We face risks associated with having operations and employees located in Israel
We have offices and employees located in Israel. As a result, political, economic, and military conditions in Israel and the surrounding region directly affect our operations. The future of peace efforts between Israel and its neighbors in the Middle East remains uncertain. There has been a significant increase in hostilities and political unrest in Israel and the surrounding region. The effects of these hostilities and violence on the Israeli economy and our operations in Israel are unclear, and we cannot predict the effect on us of further increases in these hostilities or future armed conflict, political instability or violence in the region. In addition, many of our employees in Israel are obligated to perform annual reserve duty in the Israeli military and are subject to being called for active duty under emergency circumstances. We cannot predict the full impact of these conditions on us in the future, particularly if emergency circumstances or an escalation in the political situation occurs. If many of our employees in Israel are called for active duty for a significant period of time, our operations and our business could be disrupted and may not be able to function at full capacity. Current or future tensions and conflicts in the Middle East could adversely affect our business, operating results, financial condition and cash flows.
Our business is subject to the risks of earthquakes, fire, power outages, floods, and other catastrophic events, and to interruption by man-made problems such as terrorism
A significant natural disaster, such as an earthquake, a fire, a flood, or a significant power outage could have a material adverse impact on our business, operating results, and financial condition. We have an administrative and product development office and a third party contract manufacturer located in the San Francisco Bay Area, a region known for seismic activity. In addition, natural disasters could affect our supply chain, manufacturing vendors, or logistics providers’ ability to provide materials and perform services such as manufacturing products or assisting with shipments on a timely basis. In the event our or our service providers’ information technology systems or manufacturing or logistics abilities are hindered by any of the events discussed above, shipments could be delayed, resulting in missed financial targets, such as revenue and shipment targets, for a particular quarter. In addition, cyber-attacks, acts of terrorism, or other geopolitical unrest could cause disruptions in our business or the business of our supply chain, manufacturers, logistics providers, partners, or end-customers or the economy as a whole. Any disruption in the business of our supply chain, manufacturers, logistics providers, partners or end-customers that impacts sales at the end of a fiscal quarter could have a significant adverse impact on our quarterly results. All of the aforementioned risks may be further increased if the disaster recovery plans for us and our suppliers prove to be inadequate. To the extent that any of the above should result in delays or cancellations of customer orders, or the delay in the manufacture, deployment or shipment of our products, our business, financial condition and operating results would be adversely affected.
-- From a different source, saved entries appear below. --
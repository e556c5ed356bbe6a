// The verdict words and details for the bundled examples, from the real analysis.

import { describe, expect, it } from 'vitest';
import { detailsMarkdown, statusWords, verdictOf } from '../../../src/extension/verdict';
import { HEAT, analyse, example } from './helpers';

describe('verdict', () => {
  it.each([
    ['heat-2d.fluxel', 'within', 'within limit', 'dt 0.2 / 0.25'],
    ['edge-preserving.fluxel', 'within', 'within limit', 'dt 0.2 / 0.25'],
    ['gray-scott.fluxel', 'estimate', 'estimate only', 'dt 1 / 1.141'],
    ['wave.fluxel', 'within', 'within limit', 'dt 0.5 / 0.7071'],
  ])('%s: %s', (file, kind, words, figures) => {
    const v = verdictOf(analyse(example(file)).report!);
    expect([v.kind, v.words, v.figures]).toEqual([kind, words, figures]);
  });

  it('over the limit', () => {
    const v = verdictOf(analyse(HEAT('0.3')).report!);
    expect([v.kind, v.words, v.figures, v.method]).toEqual(['over', 'over the limit', 'dt 0.3 / 0.25', 'von Neumann analysis']);
  });

  it('details list the method, limits and diffusivity facts', () => {
    const md = detailsMarkdown('edge-preserving.fluxel', analyse(example('edge-preserving.fluxel')).report!);
    expect(md).toContain('# Stability of edge-preserving.fluxel');
    expect(md).toContain('**within limit** — dt 0.2 / 0.25');
    expect(md).toContain('- method: positivity (extremum principle) bound');
    expect(md).toContain('## Diffusivity g');
    expect(md).toContain('peaks at: s = 0.06');
  });

  it('status text has one icon and our words', () => {
    expect(statusWords({ analysis: 'done', report: analyse(HEAT('0.3')).report }).text).toBe('$(warning) over the limit · dt 0.3 / 0.25');
    expect(statusWords({ analysis: 'done', report: analyse(example('gray-scott.fluxel')).report }).text).toBe('$(info) estimate only · dt 1 / 1.141');
    expect(statusWords({ analysis: 'not-applicable', report: null }).text).toBe('$(error) Fluxel: fix errors first');
    expect(statusWords({ analysis: 'running', report: null }).text).toBe('$(loading~spin) Fluxel: analysing');
    expect(statusWords(undefined).text).toBe('$(loading~spin) Fluxel: checking');
  });
});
Climate change and associated regulation may have an impact on our business
Risks related to climate change are increasing in both impact and type of risk. We believe there will not be significant near-term impacts to our offices worldwide due to climate change, but long-term impacts remain unknown. However, there may be business operational risk due to the significant impacts climate change could pose to our employees’ lives, our supply chain, or electrical power availability from climate-related weather events. Rapidly changing customer requirements to reduce carbon emissions also presents a risk of loss of business if we are not able to meet criteria.
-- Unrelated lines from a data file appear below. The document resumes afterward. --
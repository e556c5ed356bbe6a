// Shared helpers of the hardening campaigns: the scale knob (FLUXEL_CAMPAIGN_SCALE), seeds, the one report line
// each campaign prints ("campaign NAME: N cases, F failures, ..."), and the diagnostic range rule (contracts.md §4).
// The report line is printed with console.log and appended to test/out/campaigns.txt, which test/tools/all-layers.sh
// prints after the hardening layer, so the counts appear in the CI log whatever the reporter does with test output.

import { appendFileSync, mkdirSync } from 'node:fs';
import { join } from 'node:path';
import type { Diagnostic } from '../../src/notation/diagnostics';

export const ROOT = join(__dirname, '../..');
export const OUT = join(ROOT, 'test/out');

/** Multiplies every campaign's case count: 1 in CI, e.g. FLUXEL_CAMPAIGN_SCALE=10 for the long runs. */
export function campaignScale(): number {
  const raw = Number(process.env.FLUXEL_CAMPAIGN_SCALE ?? '1');
  return Number.isFinite(raw) && raw > 0 ? raw : 1;
}

/** The seed of every campaign; FLUXEL_CAMPAIGN_SEED picks another one for exploratory long runs. */
export function campaignSeed(dflt: number): number {
  const raw = Number(process.env.FLUXEL_CAMPAIGN_SEED);
  return Number.isInteger(raw) ? raw : dflt;
}

export function scaled(n: number): number {
  return Math.max(1, Math.round(n * campaignScale()));
}

/** Prints and records one campaign line: `campaign NAME: N cases, F failures[, extra]`. */
export function report(name: string, cases: number, failures: number, extra = ''): string {
  const line = `campaign ${name}: ${cases} cases, ${failures} failures${extra ? `, ${extra}` : ''}`;
  console.log(line);
  mkdirSync(OUT, { recursive: true });
  appendFileSync(join(OUT, 'campaigns.txt'), line + '\n');
  return line;
}

/** mulberry32: a small seeded generator (common practice for reproducible test data). */
export function rng(seed: number): () => number {
  let a = seed >>> 0;
  return () => {
    a = (a + 0x6d2b79f5) >>> 0;
    let t = a;
    t = Math.imul(t ^ (t >>> 15), t | 1);
    t ^= t + Math.imul(t ^ (t >>> 7), t | 61);
    return ((t ^ (t >>> 14)) >>> 0) / 4294967296;
  };
}

/**
 * Why a diagnostic's range is not a valid range of `text`, or null when it is: 1-based lines and UTF-16 columns
 * inside the document, end not before start, offsets agreeing with line and column (contracts.md §4).
 */
export function rangeProblem(text: string, d: Diagnostic): string | null {
  const lines = text.split(/\r\n|\r|\n/);
  const { start, end } = d.range;
  const ok = (p: { line: number; column: number; offset: number }): boolean =>
    Number.isInteger(p.line) && Number.isInteger(p.column) && Number.isInteger(p.offset) &&
    p.line >= 1 && p.line <= lines.length && p.column >= 1 && p.column <= lines[p.line - 1].length + 1 &&
    p.offset >= 0 && p.offset <= text.length;
  if (!ok(start)) return `start ${JSON.stringify(start)} outside the document`;
  if (!ok(end)) return `end ${JSON.stringify(end)} outside the document`;
  if (end.offset < start.offset || end.line < start.line) return `end ${JSON.stringify(end)} before start ${JSON.stringify(start)}`;
  // The offset must name the same place as line and column.
  const lineStart = (line: number): number => {
    let off = 0;
    const re = /\r\n|\r|\n/g;
    for (let l = 1; l < line; l++) {
      const m = re.exec(text);
      if (!m) return -1;
      off = m.index + m[0].length;
    }
    return off;
  };
  for (const p of [start, end]) {
    if (lineStart(p.line) + p.column - 1 !== p.offset) return `offset ${p.offset} disagrees with ${p.line}:${p.column}`;
  }
  if (!d.message || typeof d.message !== 'string') return 'empty message';
  return null;
}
In addition, we are subject to a range of new and anticipated climate-related and sustainability-focused laws and regulations, including the E.U.’s Corporate Sustainability Reporting Directive. To meet the compliance requirements of these new regulations, we may incur extra costs to implement more internal controls, processes, and procedures, in order to assist in the oversight responsibilities for our management and board of directors. Failure to comply with these regulations or requirements could result in investigations, sanctions, enforcement actions, fines, or litigation, potentially harming our business, operating results, or financial condition.
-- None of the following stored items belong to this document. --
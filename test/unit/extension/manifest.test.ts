// The extension's declarative parts: snippets expand to schemes that check clean, the grammar's patterns compile
// and scope the right words, and the manifest's contributions follow our conventions (Fluxel category, fluxel.
// prefixes, bounded settings, untrusted workspaces supported, lazy activation, files that exist).

import { existsSync, readFileSync } from 'node:fs';
import { join } from 'node:path';
import { describe, expect, it } from 'vitest';
import { ROOT, analyse } from './helpers';

const json = (p: string) => JSON.parse(readFileSync(join(ROOT, p), 'utf8'));
const pkg = json('package.json');
const snippets = json('syntaxes/fluxel.snippets.json') as Record<string, { prefix: string[]; body: string[]; description: string }>;

/** Expands a snippet body with every placeholder at its default (the first choice of a choice list). */
function expand(body: string[]): string {
  return body.join('\n')
    .replace(/\$\{\d+\|([^,|]*)[^}]*\|\}/g, '$1')
    .replace(/\$\{\d+:([^}]*)\}/g, '$1')
    .replace(/\$\d+/g, '');
}

describe('snippets', () => {
  it('cover heat, edge-preserving, TV flow, reaction–diffusion and wave, with our own prefixes', () => {
    expect(Object.values(snippets).flatMap((s) => s.prefix)).toEqual(['fx-heat', 'fx-edges', 'fx-tv', 'fx-react', 'fx-wave']);
    for (const s of Object.values(snippets)) expect(s.description.length).toBeGreaterThan(10);
  });

  it.each(Object.keys(snippets))('%s expands to a scheme that checks clean and is within the limit', (name) => {
    const a = analyse(expand(snippets[name].body));
    expect(a.diagnostics.filter((d) => d.severity !== 'info').map((d) => `${d.code}: ${d.message}`)).toEqual([]);
    expect(a.report?.stable).toBe(true);
  });
});

describe('grammar', () => {
  const grammar = json('syntaxes/fluxel.tmLanguage.json');
  const patterns: { match?: string; begin?: string; end?: string; name?: string }[] = [];
  const walk = (o: unknown): void => {
    if (Array.isArray(o)) o.forEach(walk);
    else if (o && typeof o === 'object') {
      const r = o as Record<string, unknown>;
      if (typeof r.match === 'string' || typeof r.begin === 'string') patterns.push(r as never);
      Object.values(r).forEach(walk);
    }
  };
  walk(grammar);

  it('has the scope name the manifest names and every pattern compiles', () => {
    expect(grammar.scopeName).toBe(pkg.contributes.grammars[0].scopeName);
    expect(patterns.length).toBeGreaterThan(20);
    for (const p of patterns) for (const re of [p.match, p.begin, p.end]) if (re) expect(() => new RegExp(re)).not.toThrow();
  });

  it('ends every scope with .fluxel', () => {
    const names = JSON.stringify(grammar).match(/"(?:name|contentName)": ?"[^"]+"/g) ?? [];
    for (const n of names) if (!n.includes('"Fluxel"')) expect(n).toMatch(/\.fluxel"$/);
  });

  it('scopes keywords, numbers, primes, offsets and comments', () => {
    const find = (name: string) => patterns.find((p) => p.name === name)!;
    expect(new RegExp(find('comment.line.number-sign.fluxel').match!).exec('x # note')![0]).toBe('# note');
    expect(new RegExp(find('constant.numeric.fluxel').match!).exec('dt = 2.5e-3')![0]).toBe('2.5e-3');
    expect(new RegExp(find('keyword.control.conditional.fluxel').match!).test('if a then b else c')).toBe(true);
    const update = new RegExp(grammar.repository.update.match).exec("u' = u");
    expect(update?.[1]).toBe('u');
  });

  it('scopes the input name and the channel of `image "NAME".CHANNEL`', () => {
    const p = patterns.find((x) => x.match?.startsWith('\\b(image)\\b'))!;
    const m = new RegExp(p.match!).exec('field g = image "guide".luma');
    expect([m?.[1], m?.[2], m?.[4]]).toEqual(['image', '"guide"', 'luma']);
    expect(new RegExp(p.match!).exec('field u = image')?.[0]).toBe('image');
  });
});

describe('manifest', () => {
  const c = pkg.contributes;

  it('activates lazily and supports untrusted workspaces', () => {
    expect(pkg.activationEvents).toContain('onLanguage:fluxel');
    for (const e of pkg.activationEvents) expect(e).toMatch(/^(onLanguage|onCommand|onWebviewPanel):fluxel/);
    expect(pkg.capabilities.untrustedWorkspaces.supported).toBe(true);
    expect(pkg.main).toBe('./dist/extension.js');
  });

  it('names every command fluxel.* in the Fluxel category, hidden outside schemes', () => {
    for (const cmd of c.commands) {
      expect(cmd.command).toMatch(/^fluxel\.[a-zA-Z]+$/);
      expect(cmd.category).toBe('Fluxel');
    }
    const hidden = new Set(c.menus.commandPalette.map((m: { command: string }) => m.command));
    expect(c.commands.filter((x: { command: string }) => !hidden.has(x.command)).map((x: { command: string }) => x.command)).toEqual(['fluxel.showLog']);
  });

  it('declares the four settings with defaults, bounds and descriptions', () => {
    expect(c.configuration.title).toBe('Fluxel');
    const props = c.configuration.properties;
    for (const key of ['fluxel.analysis.enabled', 'fluxel.analysis.debounceMs', 'fluxel.fixes.safetyFraction', 'fluxel.preview.maxImageSize']) {
      expect(props[key], key).toBeDefined();
      expect(props[key].default).not.toBeUndefined();
      expect(props[key].description ?? props[key].markdownDescription).toBeTruthy();
      if (props[key].type !== 'boolean') expect([props[key].minimum, props[key].maximum].every((v) => typeof v === 'number')).toBe(true);
    }
  });

  it('points at files that exist', () => {
    for (const p of [c.languages[0].configuration, c.grammars[0].path, c.snippets[0].path]) expect(existsSync(join(ROOT, p)), p).toBe(true);
    const lc = json(c.languages[0].configuration);
    expect(lc.comments.lineComment).toBe('#');
  });

  it('keeps sources, tests and benchmarks out of the package', () => {
    const ignore = readFileSync(join(ROOT, '.vscodeignore'), 'utf8').split('\n').filter((l) => l && !l.startsWith('#'));
    expect(ignore[0]).toBe('**');
    expect(ignore.filter((l) => l.startsWith('!')).some((l) => /src|test|bench|node_modules/.test(l))).toBe(false);
  });
});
In addition to other risks listed in this “Risk Factors” section, factors that may affect our operating results include, but are not limited to:
•fluctuations in demand for our products and services due to changing market conditions, pricing conditions, technology evolution, seasonality, or other changes in the global economic environment;
•changes or fluctuations in sales and implementation cycles for our products and services;
•changes in the mix of our products and services, including increases in SaaS and other subscription-based offerings;
•changes in the growth rate of the application delivery market;
•reduced visibility into our customers’ spending and implementation plans;
•reductions in customers’ budgets for data center and other IT purchases or delays in these purchases;
•changes in end-user customer attach rates and renewal rates for our services;
•fluctuations in our gross margins, including the factors described herein, which may contribute to such fluctuations;
•our ability to control costs, including operating expenses, the costs of hardware and software components, and other manufacturing costs;
•our ability to develop, introduce and gain market acceptance of new products, technologies and services, and our success in new and evolving markets;
•any significant changes in the competitive environment, including the entry of new competitors or the substantial discounting of products or services;
•the timing and execution of product transitions or new product introductions, and related inventory costs;
•variations in sales channels, product costs, or mix of products sold;
•our ability to establish and manage our distribution channels, and the effectiveness of any changes we make to our distribution model;
•the ability of our contract manufacturers and suppliers to provide component parts, hardware platforms and other products in a timely manner;
•benefits anticipated from our investments in sales, marketing, product development, manufacturing or other activities;
•impacts on our overall tax rate caused by any reorganization in our corporate structure;
•changes in tax laws or regulations, or other accounting rules; and
•general economic conditions, both domestically and in our foreign markets.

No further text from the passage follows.